# Cabin Stereo Speaker Installation



## flbkroxie (Oct 25, 2010)

FYI: I have never done anything like this before.
As I mentioned in an earlier post, I recently bought a Macgregor 26S and am in charge of all that goes with it. Husband is supportive, but this is *my* boat, so if I screw up, let's just call it a "learning experience". 
My current project is a stereo system and cabin speakers (will work on cockpit speakers later). It has already taken me 2 days to mount the stereo unit, connect it to a power source, and run the speaker wiring (the hardest part of the job, btw). A friend is helping me with the cabin speaker cabinets. She has ALL the woodworking tools, since she builds furniture as a hobby in her garage. I started with butt joints and glue sticks. I had a few questions so I called her. She cringed when she saw it. She made a few suggestions, but I didn't have the tools, so she offered to help,  I accepted, and away we went to her house.We pulled it all apart, and now we are doing "rabbet" and "dado" joints! It is sitting in *her* garage with a bunch of clamps, waiting for the glue to dry. How did I get so lucky?
I learned a lot and it only cost me her dinner. 
Will post some photos once the glue has dried.


----------



## MarkSF (Feb 21, 2011)

Sorry to post this AFTER you did the work but why don't you just install some bookshelf speakers?

Like these :

Amazon.com: Monitor Audio M1 Speaker (Black Oak Vinyl, Pair): Home Audio & Theater

There are cheaper options. I have a pair of Realistic Minimus 7s which sound fine. Lots of them on Ebay for $40 or so.

Matching drivers to cabinets is an art and any decent pair of bookshelf speakers will sound FAR better than what you are building.


----------



## flbkroxie (Oct 25, 2010)

The speakers are not "bookshelf" speakers. They are Sony marine speakers and would normally be mounted directly in the fiberglass. I didn't want to try to cut a circle in the fiberglass so decided to create a box for the speaker and then add a shelf to the box. Hard to explain. The unit will then be supported with screws. Will post photos when, and if, I ever finish.


----------



## MarkSF (Feb 21, 2011)

flbkroxie said:


> The speakers are not "bookshelf" speakers. They are Sony marine speakers and would normally be mounted directly in the fiberglass. I didn't want to try to cut a circle in the fiberglass so decided to create a box for the speaker and then add a shelf to the box. Hard to explain. The unit will then be supported with screws. Will post photos when, and if, I ever finish.

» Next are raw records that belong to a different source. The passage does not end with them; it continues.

def test_sweep_command_writes_csv_rows_matching_individual_runs(tmp_path, capsys):
    study = write(tmp_path, f"""
        base: {COOLING}
        title: cooling sweeps
        sweeps:
          water:
            grid:
              streams.cooling_water.flow: [70, 95]
          naphtha_and_split:
            grid:
              streams.naphtha.flow: [0.9, 1.1]
              {CW_FIRST}: [0.5, 1.25]
            scale: true
        """)
    out_file = tmp_path / "sweep.csv"
    code, out, err = run_cli(capsys, "sweep", study, "--out", out_file)
    assert code == 0, err
    assert "Sweep water" in out and "Sweep naphtha_and_split" in out
    second = tmp_path / "sweep_naphtha_and_split.csv"
    assert out_file.is_file() and second.is_file()

    water = pd.read_csv(out_file, index_col=0)
    assert list(water["streams.cooling_water.flow_kg_s"]) == [70.0, 95.0]  # in the key's unit: named with it
    assert "streams.naphtha.flow" in pd.read_csv(second).columns  # factors of the base (scale): no unit
    for _, row in water.iterrows():
        direct = key_outputs(simulate_data(cooling_data(cw_flow=row["streams.cooling_water.flow_kg_s"])))
        assert_same_outputs(row[direct.index], direct)

    grid = pd.read_csv(second, index_col=0)
    assert len(grid) == 4
    for _, row in grid.iterrows():
        data = cooling_data(naphtha_flow=NAPHTHA_FLOW * row["streams.naphtha.flow"], first=0.4 * row[CW_FIRST])
        direct = key_outputs(simulate_data(data))
        assert_same_outputs(row[direct.index], direct)


def test_cleaning_command_prints_and_writes_the_ranking(tmp_path, capsys):
    case = write(tmp_path, FOULED_CASE, name="fouled.yaml")
    out_file = tmp_path / "ranking.csv"
    code, out, err = run_cli(capsys, "cleaning", case, "--out", out_file)
    assert code == 0, err
    expected = cleaning_ranking(load_case(case))
    assert str(case) in out
    order = [out.index(f" {tag} ") for tag in expected["exchanger"]]
    assert order == sorted(order) and len(order) == 2
    assert "E-2 " not in out and "E-4 " not in out
    assert f"{expected['fired_duty_saved_kw'].iloc[0]:,.1f}" in out  # kW with the one decimal the tables show
    written = pd.read_csv(out_file, index_col=0)
    assert list(written["exchanger"]) == list(expected["exchanger"])
    np.testing.assert_allclose(written["fired_duty_saved_kw"], expected["fired_duty_saved_kw"], rtol=1e-12)


def test_cleaning_command_on_a_case_without_fouling(capsys):
    code, out, err = run_cli(capsys, "cleaning", COOLING)
    assert code == 0, err
    assert "no exchanger or air cooler has fouling" in out


def test_cleaning_command_bad_case_exits_2(tmp_path, capsys):
    bad = write(tmp_path, FOULED_CASE.replace("flow: 50", "flow: -50"), name="bad.yaml")
    out_file = tmp_path / "ranking.csv"
    code, _, err = run_cli(capsys, "cleaning", bad, "--out", out_file)
    assert code == 2 and str(bad) in err and "streams.feed.flow" in err
    assert not out_file.exists()


def test_metric_reads_the_named_result():
    result = simulate(COOLING)
    assert metric(result, "E-303.hot_out") == result.units.loc["E-303", "hot_out_c"]
    assert metric(result, "E-304.cold_in") == result.units.loc["E-304", "cold_in_c"]
    assert metric(result, "A-302.duty") == result.units.loc["A-302", "duty_kw"]
    assert metric(result, "naphtha_rundown.inlet") == result.units.loc["naphtha_rundown", "inlet_c"]
    with pytest.raises(CaseError):
        metric(result, "E-999.duty")


def test_an_added_shell_brings_its_share_of_a_total_ua():
    """'ua' is the total of an exchanger's shells: a shell added (identical to those there) adds
    its share, as it adds area where U comes with an area per shell; removing one takes it away.
    The variant rates as the case written with two shells and twice the UA."""
    from hxtrain.network.changes import apply_changes
    from hxtrain.solver import simulate

    def case(shells, ua):
        return {"fluids": {"oil": {"cp": 2.5}, "feed": {"cp": 2.2}},
                "streams": {"hot": {"fluid": "oil", "flow": 20.0, "supply_temperature": 230.0, "path": "E-1.hot -> h"},
                            "cold": {"fluid": "feed", "flow": 30.0, "supply_temperature": 40.0, "path": "E-1.cold -> c"}},
                "exchangers": {"E-1": {"arrangement": "tema_e", "shells": shells, "ua": ua}},
                "products": {"h": {}, "c": {}}}

    added = apply_changes(case(1, "60 kW/K"), [{"add_shells": "E-1", "count": 1}])
    assert added["exchangers"]["E-1"]["shells"] == 2 and added["exchangers"]["E-1"]["ua"] == pytest.approx(120.0)
    removed = apply_changes(case(3, 90.0), [{"add_shells": "E-1", "count": -1}])
    assert removed["exchangers"]["E-1"]["ua"] == pytest.approx(60.0)
    duty = simulate(added).units.loc["E-1", "duty_kw"]
    assert duty == pytest.approx(simulate(case(2, 120.0)).units.loc["E-1", "duty_kw"], rel=1e-12)
    assert duty > 1.2 * simulate(case(1, 60.0)).units.loc["E-1", "duty_kw"]  # more area, more duty


def test_a_heaters_row_is_named_as_its_result_is():
    """A heater's or cooler's outlet is its result 'TAG.outlet' in specifications and Monte Carlo:
    the comparison names its row 'TAG outlet_c' alike, not after the side it is stored on."""
    from hxtrain.solver.studies import compare, metric

    study = load_study(demo_case_path("crude_preheat").with_name("crude_preheat_study.yaml"))
    comparison = compare(study)
    rows = list(comparison.table.index)
    assert "F-101 outlet_c" in rows and "C-101 outlet_c" in rows
    assert not [r for r in rows if r.startswith(("F-101 ", "C-101 ")) and ("cold_out" in r or "hot_out" in r)]
    base = comparison.results["base"]
    assert comparison.table.loc["F-101 outlet_c", "base"] == metric(base, "F-101.outlet")
    assert comparison.table.loc["C-101 outlet_c", "base"] == metric(base, "C-101.outlet")


def _flow_sweep_beside_single_runs(tmp_path, capsys, severity):
    """The console of a two-point crude-flow sweep (85 % and 115 %), and for each point the
    findings of ``severity`` its row names and those a separate run of that point reports (both
    as 'unit check')."""
    study = write(tmp_path, f"""
        base: {CRUDE}
        sweeps:
          flow:
            scale: true
            grid:
              streams.crude.flow: [0.85, 1.15]
        """)
    out_file = tmp_path / "sweep.csv"
    code, out, err = run_cli(capsys, "sweep", study, "--out", out_file)
    assert code == 0, err
    column = {"limit": "violated_limits", "warning": "warning_names"}[severity]
    data, points = read_document(CRUDE).data, []
    for _, row in pd.read_csv(out_file, keep_default_na=False).iterrows():
        data["streams"]["crude"]["flow"] = f"{row['streams.crude.flow'] * 342.0} t/h"
        findings = simulate(case_from_mapping(copy.deepcopy(data), str(CRUDE))).findings
        found = findings[findings["severity"] == severity]
        points.append(([label for label in row[column].split("; ") if label],
                       {f"{u} {k}" for u, k in zip(found["unit"], found["kind"])}))
    return out, points


def test_a_sweep_names_the_limits_its_points_violate(tmp_path, capsys):
    """At 115 % crude flow four tube sides pass their allowable pressure drop: the sweep's
    report boxes each violated limit with the points where it is (it had printed only counts),
    and each row of the written table names its limits, the same ones a separate run of that
    point reports."""
    out, points = _flow_sweep_beside_single_runs(tmp_path, capsys, "limit")
    assert "LIMITS VIOLATED" in out and "E-102 pressure_drop (tube): 1 of 2 (50%), points 2" in out
    for named, expected in points:
        assert {label.split(" (")[0] for label in named} == expected


def test_a_sweep_names_the_warnings_it_counts(tmp_path, capsys):
    """A trial: a sweep's rows counted their warnings, and neither the console nor the file said
    which. Each row of the written table names them, as a separate run of that point reports
    them; the console lists each with the points it is in."""
    out, points = _flow_sweep_beside_single_runs(tmp_path, capsys, "warning")
    for k, (named, expected) in enumerate(points):
        assert {label.split(" (")[0] for label in named} == expected and expected
        for label in named:
            listed = next(line for line in out.splitlines() if line.startswith(f"  * {label}: "))
            assert listed.endswith((f"points {k + 1}", "points 1-2")), listed


def test_a_sweep_shows_small_swept_values_as_they_differ(tmp_path, capsys):
    """A bypass swept over 0, 0.001, 0.002 and 0.004 had shown 0.00 on every row: the swept
    values are shown with as many decimals as tell them apart (two significant digits), the
    results beside them as before."""
    study = write(tmp_path, f"""
        base: {CRUDE}
        sweeps:
          small_bypass:
            grid:
              exchangers.E-110.bypass.cold: [0.0, 0.001, 0.002, 0.004]
        """)
    code, out, err = run_cli(capsys, "sweep", study)
    assert code == 0, err
    rows = [line.split() for line in out.splitlines() if line.strip().startswith("0.00")]
    assert [row[0] for row in rows] == ["0.0000", "0.0010", "0.0020", "0.0040"]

This is my point - they make panel mounted speakers for mounting in panels, and speakers in boxes for when you don't want to panel mount. What you have done is to take panel-mounted speakers and build your own boxes. Why not just put up a shelf and mount box speakers to it? I think I am in danger of belabouring my point. The main goal is to enjoy yourself which you are clearly doing


----------



## flbkroxie (Oct 25, 2010)

Because I had already bought the speakers. Decided not to drill holes in the fiberglass. Came up with a better idea. That's why.
And you're right. I am enjoying doing it myself. Which is the whole idea behind *my* purchasing the boat. This is my project and I wanted to share on "herSailNet".


----------



## mdbee (May 2, 2007)

Mark, I think she makes a good point. Not sure how much she appreciates some man posting on "hersailnet" telling her what she should have done. 

I made my first post to her regarding her type of boat before I noticed which forum it was in. Not that men aren't allowed to post here but I think we should try not to be our normal obnoxious selves


----------



## Silvio (Nov 10, 2010)

mdbee said:


> ...but I think we should try not to be our normal obnoxious selves


Enough with the crazy talk...:laugher :laugher :laugher

Seriously though,
Looking forward to seeing your pics and good for you taking on the project!
Have fun and keep sharing your progress.

I am back to lurking now


----------



## kcbillb2 (Nov 26, 2010)

flbkroxie, 

You've obviously got this well in hand. Just keep on with your project.

Please send pics of the finished version..

Bill


----------



## wingNwing (Apr 28, 2008)

mdbee said:


> Mark, I think she makes a good point. Not sure how much she appreciates some man posting on "hersailnet" telling her what she should have done.
> 
> I made my first post to her regarding her type of boat before I noticed which forum it was in. Not that men aren't allowed to post here but I think we should try not to be our normal obnoxious selves


Not my thread, but personally, its fine with me if guys post to HerSailNet - I welcome knowledge from anywhere I can get it. And I want to see the finished pix also!


----------



## flbkroxie (Oct 25, 2010)

*speakers are in!*

Have finally finished and installed the speaker boxes I made. Granted, I got a little "huffy" in my last response, and I now know that posting to "HerSailNet" goes out to the general sailing audience, and I was not just posting to sailing women. 

I bought these speakers with the intention of installing them in the cabin panels, but when I realized that I had to cut a 5" hole in my "new" boat, I chickened out, this was way beyond my scope! So I opted on the speaker boxes which provide not only a place for the speakers but a little added storage. Plus, they sound great!

I want to share however how much I have enjoyed every minute of working on the boat. Not to the level of everyone else, but for me it has been very fulfilling. I built a lazarette floor, installed an ipod/iphone stereo and speakers, added a new electric faucet and fresh water tank, moved the battery location and rewired the distribution panel. Even fabricated a wine glass holder from scraps leftover from the speaker boxes (gotta have my wine). I am now making all new cockpit cushions covered with Sunbrella fabric. Finally! Girly stuff, that I can do! Those photos I will be proud to post later.


----------



## HBBurlington (Jan 17, 2011)

AWESOME JOB!

You go, girl....


----------



## justified (Jun 14, 2007)

Very nice creative use of unusable space. Nice job.....now go sailing and turn up the tunes.
Peter


----------